李衛眉飛色舞地彙報著戰果:“皇上!您真是神機妙算!咱們這組合拳一出去,那幫龜孫子立馬就傻眼了!市麵上的布價已經穩住了,還有所回落!江南那邊,咱們的人回報,好幾個跟著烏拉那拉家囤貨的商人已經扛不住,開始偷偷出貨了!哈哈,讓他們囤!虧死他們!”
胤禛坐在禦案後,神色平靜,並無太多喜色,隻是淡淡問道:“格物處那邊,原料供應可跟上了?”
“跟上了!跟上了!”李衛連連點頭,“喬致忠那邊已經調集了第一批平價生絲和其他物料送過去了,足夠他們用上一陣子!林丫頭說,高爐和新紡機項目都能照常進行,絕不會耽誤!”
“嗯。”胤禛微微頷首,“此次,晉商出力不小。”
李衛嘿嘿一笑:“他們也是為自己個兒的錢袋子拚命呢!不過皇上,經此一役,這幫山西老摳兒,對皇上您可是死心塌地了!跟著皇上乾,有肉吃!”

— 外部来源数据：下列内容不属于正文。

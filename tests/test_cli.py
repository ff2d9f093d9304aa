"""The shell command: exit codes, where things are printed, and messages instead of tracebacks."""

from __future__ import annotations

import os
import subprocess
import sys
from collections.abc import Iterable
from pathlib import Path

import pytest

import symnet
from symnet.cli import main

TOP = Path(__file__).resolve().parent.parent
RC = "in -- R1 = 1k -- out -- C1 = 100n -- gnd\ndrive in\nread out\n"


def run(
    arguments: Iterable[str], given: bytes = b"", where: Path = TOP, **environment: str
) -> subprocess.CompletedProcess[bytes]:
    """The command in a process of its own, as a shell starts it."""
    return subprocess.run(
        [sys.executable, "-m", "symnet", *arguments],
        input=given,
        cwd=where,
        capture_output=True,
        env={**os.environ, "PYTHONPATH": str(TOP), "PYTHONIOENCODING": "utf-8", **environment},
        check=False,
    )


@pytest.fixture
def network(tmp_path: Path) -> Path:
    path = tmp_path / "low_pass.symnet"
    path.write_text(RC, encoding="utf-8")
    return path


def test_prints_the_brief(network: Path, capsys: pytest.CaptureFixture[str]) -> None:
    assert main([str(network)]) == 0
    shown = capsys.readouterr()
    assert shown.out.rstrip("\n") == symnet.brief(symnet.load(network)).to_text()
    assert shown.err == ""


def test_markdown(network: Path, capsys: pytest.CaptureFixture[str]) -> None:
    assert main(["--md", str(network)]) == 0
    assert capsys.readouterr().out.rstrip("\n") == symnet.brief(symnet.load(network)).to_markdown()


def test_standard_input() -> None:
    done = run(["-"], b"\xef\xbb\xbf" + RC.encode())
    assert (done.returncode, done.stderr) == (0, b"")
    assert b"first order, low-pass" in done.stdout


def test_version_and_help(capsys: pytest.CaptureFixture[str]) -> None:
    for option, words in (
        ("--version", f"symnet {symnet.__version__}"),
        ("--help", "network in symnet's notation"),
    ):
        with pytest.raises(SystemExit) as end:
            main([option])
        assert end.value.code == 0
        assert words in capsys.readouterr().out


@pytest.mark.parametrize("arguments", [[], ["a", "b"], ["--no-such-option", "a"]])
def test_wrong_usage_is_2(arguments: list[str], capsys: pytest.CaptureFixture[str]) -> None:
    with pytest.raises(SystemExit) as end:
        main(arguments)
    assert end.value.code == 2
    assert "usage: symnet" in capsys.readouterr().err


def test_fault_in_the_network(tmp_path: Path, capsys: pytest.CaptureFixture[str]) -> None:
    path = tmp_path / "slip.symnet"
    path.write_text("in -- R1 -- C1 -- gnd\ndrive in\nread out\n", encoding="utf-8")
    assert main([str(path)]) == 1
    shown = capsys.readouterr()
    assert shown.out == ""
    assert "slip.symnet" in shown.err
    assert "line 1, column 13" in shown.err
    assert "^" in shown.err


def test_fault_of_the_wiring(capsys: pytest.CaptureFixture[str], tmp_path: Path) -> None:
    path = tmp_path / "island.symnet"
    path.write_text("in -- R1 -- gnd\na -- R2 -- b\ndrive in\nread a\n", encoding="utf-8")
    assert main([str(path)]) == 1
    assert "gnd" in capsys.readouterr().err


def test_no_file(tmp_path: Path, capsys: pytest.CaptureFixture[str]) -> None:
    assert main([str(tmp_path / "none.symnet")]) == 1
    assert "No such file" in capsys.readouterr().err


def test_directory(tmp_path: Path, capsys: pytest.CaptureFixture[str]) -> None:
    assert main([str(tmp_path)]) == 1
    assert "directory" in capsys.readouterr().err


@pytest.mark.parametrize(
    "data", [b"\x89PNG\r\n\x1a\n\x00\x00", b"in -- R\xb5 -- gnd", RC.encode("utf-16"), b"\x00" * 50]
)
def test_files_that_are_no_text(data: bytes, tmp_path: Path) -> None:
    path = tmp_path / "data.bin"
    path.write_bytes(data)
    for done in (run([str(path)]), run(["-"], data)):
        assert done.returncode == 1
        assert done.stdout == b""
        assert done.stderr.startswith(b"symnet: ")
        assert b"Traceback" not in done.stderr


def test_empty_file(tmp_path: Path) -> None:
    path = tmp_path / "empty.symnet"
    path.write_bytes(b"")
    done = run([str(path)])
    assert done.returncode == 1
    assert b"Traceback" not in done.stderr


@pytest.mark.parametrize("encoding", ["ascii", "latin-1", "cp1252"])
def test_consoles_that_cannot_show_every_sign(encoding: str, tmp_path: Path) -> None:
    path = tmp_path / "tolerances.symnet"
    path.write_text(RC + "R2 = 5 ohm ±1%\nout -- R2 -- gnd\n", encoding="utf-8")
    done = run([str(path)], PYTHONIOENCODING=encoding, PYTHONUTF8="0")
    assert (done.returncode, done.stderr) == (0, b"")
    text = done.stdout.decode(encoding)
    assert ("±1 %" if encoding != "ascii" else "+/-1 %") in text


def test_reader_that_has_seen_enough(network: Path) -> None:
    """`symnet FILE | head -1`: the pipe closes early, and nobody hears of it."""
    read, write = os.pipe()
    os.close(read)
    with os.fdopen(write, "w") as closed:
        done = subprocess.run(
            [sys.executable, "-m", "symnet", str(network)],
            stdout=closed,
            stderr=subprocess.PIPE,
            cwd=TOP,
            check=False,
        )
    assert (done.returncode, done.stderr) == (0, b"")


def test_control_characters_do_not_reach_the_terminal(tmp_path: Path) -> None:
    path = tmp_path / "hostile.symnet"
    path.write_bytes(b"# \x1b[2J\x07 comment\n" + RC.encode())
    done = run([str(path)])
    assert b"\x1b" not in done.stdout + done.stderr


@pytest.fixture
def working(tmp_path: Path) -> Path:
    path = tmp_path / "working.txt"
    path.write_text("1. node out: (out - in)/R1 + s*C1*out = 0\n2. f0 = 1.59 kHz\n", encoding="utf-8")
    return path


def test_a_working_that_holds(network: Path, working: Path, capsys: pytest.CaptureFixture[str]) -> None:
    assert main([str(network), "--check", str(working)]) == 0
    shown = capsys.readouterr()
    assert "Every line holds (2 of 2)." in shown.out
    assert "true for the given values, to the digits given" in shown.out
    assert shown.err == ""


def test_a_working_with_a_false_line(
    network: Path, working: Path, capsys: pytest.CaptureFixture[str]
) -> None:
    working.write_text("1. out/in = 1/(1 - s*R1*C1)\n", encoding="utf-8")
    assert main([str(network), "--check", str(working), "--md"]) == 1
    shown = capsys.readouterr()
    assert "The first line that does not hold is line 1." in shown.out
    assert shown.err == ""


def test_a_fault_of_the_working_names_its_file(
    network: Path, working: Path, capsys: pytest.CaptureFixture[str]
) -> None:
    working.write_text("out = 2 in\n", encoding="utf-8")
    assert main([str(network), "--check", str(working)]) == 1
    shown = capsys.readouterr()
    assert shown.out == ""
    assert "working.txt: line 1, column 9: in follows a number and is not a unit" in shown.err
    assert main([str(network), "--check", str(working) + "x"]) == 1
    assert "No such file" in capsys.readouterr().err


def test_a_working_from_standard_input(network: Path) -> None:
    done = run([str(network), "--check", "-"], b"H = 1/(1 + s*R1*C1)")
    assert (done.returncode, done.stderr) == (0, b"")
    assert b"Every line holds" in done.stdout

胤禛瞥了他一眼,未置可否,轉而問道:“烏拉那拉氏和江南那些人,有何反應?”
李衛收斂了笑容,壓低聲音:“據血滴子密報,納喇氏氣得病了一場,但還在強撐。江南那邊,以那個姓曹的為首的幾個,似乎還不甘心,像是在密謀彆的……”
胤禛眼中寒光一閃:“跳梁小醜,不足為慮。繼續盯著。朕倒要看看,他們還能玩出什麼花樣。”

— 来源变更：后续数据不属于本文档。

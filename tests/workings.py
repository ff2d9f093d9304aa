"""Workings judged a second way: each line at random fractions, under the solution of the oracle's tableau.

A line is taken from the text in the notation of hand derivations by its letters alone and read by the oracle's own
arithmetic; nothing of the checker, the elimination or the determinants is used.
"""

from __future__ import annotations

import re
from fractions import Fraction
from random import Random
from typing import Any

from symnet.circuit.network import Network
from symnet.circuit.parts import Branch, CurrentDrive, CurrentLaw, OpAmp, VoltageDrive, VoltageLaw
from symnet.circuit.spelling import write_expression
from symnet.expressions import names_in
from tests import oracle


def drawing_of(network: Network) -> oracle.Drawing:
    """The network as the oracle's plain tuples."""
    parts: list[oracle.Part] = []
    for part in network.parts:
        match part:
            case Branch():
                parts.append((part.kind, part.name, part.start, part.end, part.name))
            case VoltageLaw():
                parts.append(("hold", part.name, part.plus, part.minus, write_expression(part.value)))
            case CurrentLaw():
                parts.append(("push", part.name, part.start, part.end, write_expression(part.value)))
            case OpAmp():
                parts.append(("opamp", part.name, part.plus, part.minus, part.out))
    match network.drives[0]:
        case VoltageDrive(plus, minus):
            drive = ("voltage", plus, minus)
        case CurrentDrive(start, end):
            drive = ("current", start, end)
    return oracle.Drawing(tuple(parts), drive, write_expression(network.reads[0]))


def values_of(network: Network, random: Random) -> dict[str, Fraction]:
    """A random fraction for every symbol that is not tied, then the tied ones."""
    ties = {name: v.expression for name, v in network.values if any(True for _ in names_in(v.expression))}
    names = [name for name in network.symbols() if name not in ties]
    values = {name: Fraction(random.randint(1, 99), random.randint(1, 99)) for name in ("s", *names)}
    waiting = dict(ties)
    while waiting:
        for name, expression in list(waiting.items()):
            if all(inner.name in values for inner in names_in(expression)):
                values[name] = oracle.arithmetic(write_expression(expression), values)
                del waiting[name]
    return values


def solved(drawing: oracle.Drawing, values: dict[str, Fraction]) -> dict[str, Fraction]:
    """Every voltage and every current of a branch or source, at these values, for a drive of 1."""
    matrix, rhs, _ = oracle.tableau(drawing, values, Fraction)
    solution = oracle.eliminate(matrix, rhs)
    nodes = oracle.nodes_of(drawing)
    found = dict(zip(nodes, solution, strict=False))
    found |= {f"v_{node}": found[node] for node in nodes} | {"gnd": Fraction(0)}
    currents = [f"i_{part[1]}" for part in drawing.parts]
    found |= dict(zip(currents, solution[len(nodes) :], strict=False))
    found["i_drive" if drawing.drive[0] == "current" else "v_drive"] = Fraction(1)
    return found


def lines_of(working: str) -> list[tuple[str, str, str]]:
    """(name of a definition or "", left, right) of every line, by the letters alone."""
    found = []
    for line in working.splitlines():
        text = line.partition("#")[0].strip()
        label = re.match(r"(node [\w.]+:|so |hence |let )?\s*", text)
        assert label
        left, right = text[label.end() :].split(" = ")
        found.append((left if text.startswith("let ") else "", left.strip(), right.strip()))
    return found


def untrue(network: Network, working: str, drawing: oracle.Drawing | None = None) -> list[int]:
    """The lines, from 0, that are not true at three random points."""
    drawing = drawing or drawing_of(network)
    wrong: set[int] = set()
    random = Random(working)
    for _ in range(3):
        values = values_of(network, random)
        names: dict[str, Any] = {**values, **solved(drawing, values)}
        for k, (defined, left, right) in enumerate(lines_of(working)):
            value = oracle.arithmetic(right, names)
            if defined:
                names[defined] = value
            elif oracle.arithmetic(left, names) != value:
                wrong.add(k)
    return sorted(wrong)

這場由舊勢力挑起的經濟絞殺戰,在皇權與資本聯手形成的絕對力量麵前,初戰便顯潰敗之勢。然而,所有人都清楚,對手絕不會就此罷休。暫時的退卻,往往意味著更陰險的招數,正在暗處醞釀。格物院的燈火,在短暫的安穩後,似乎又將迎來新的風浪。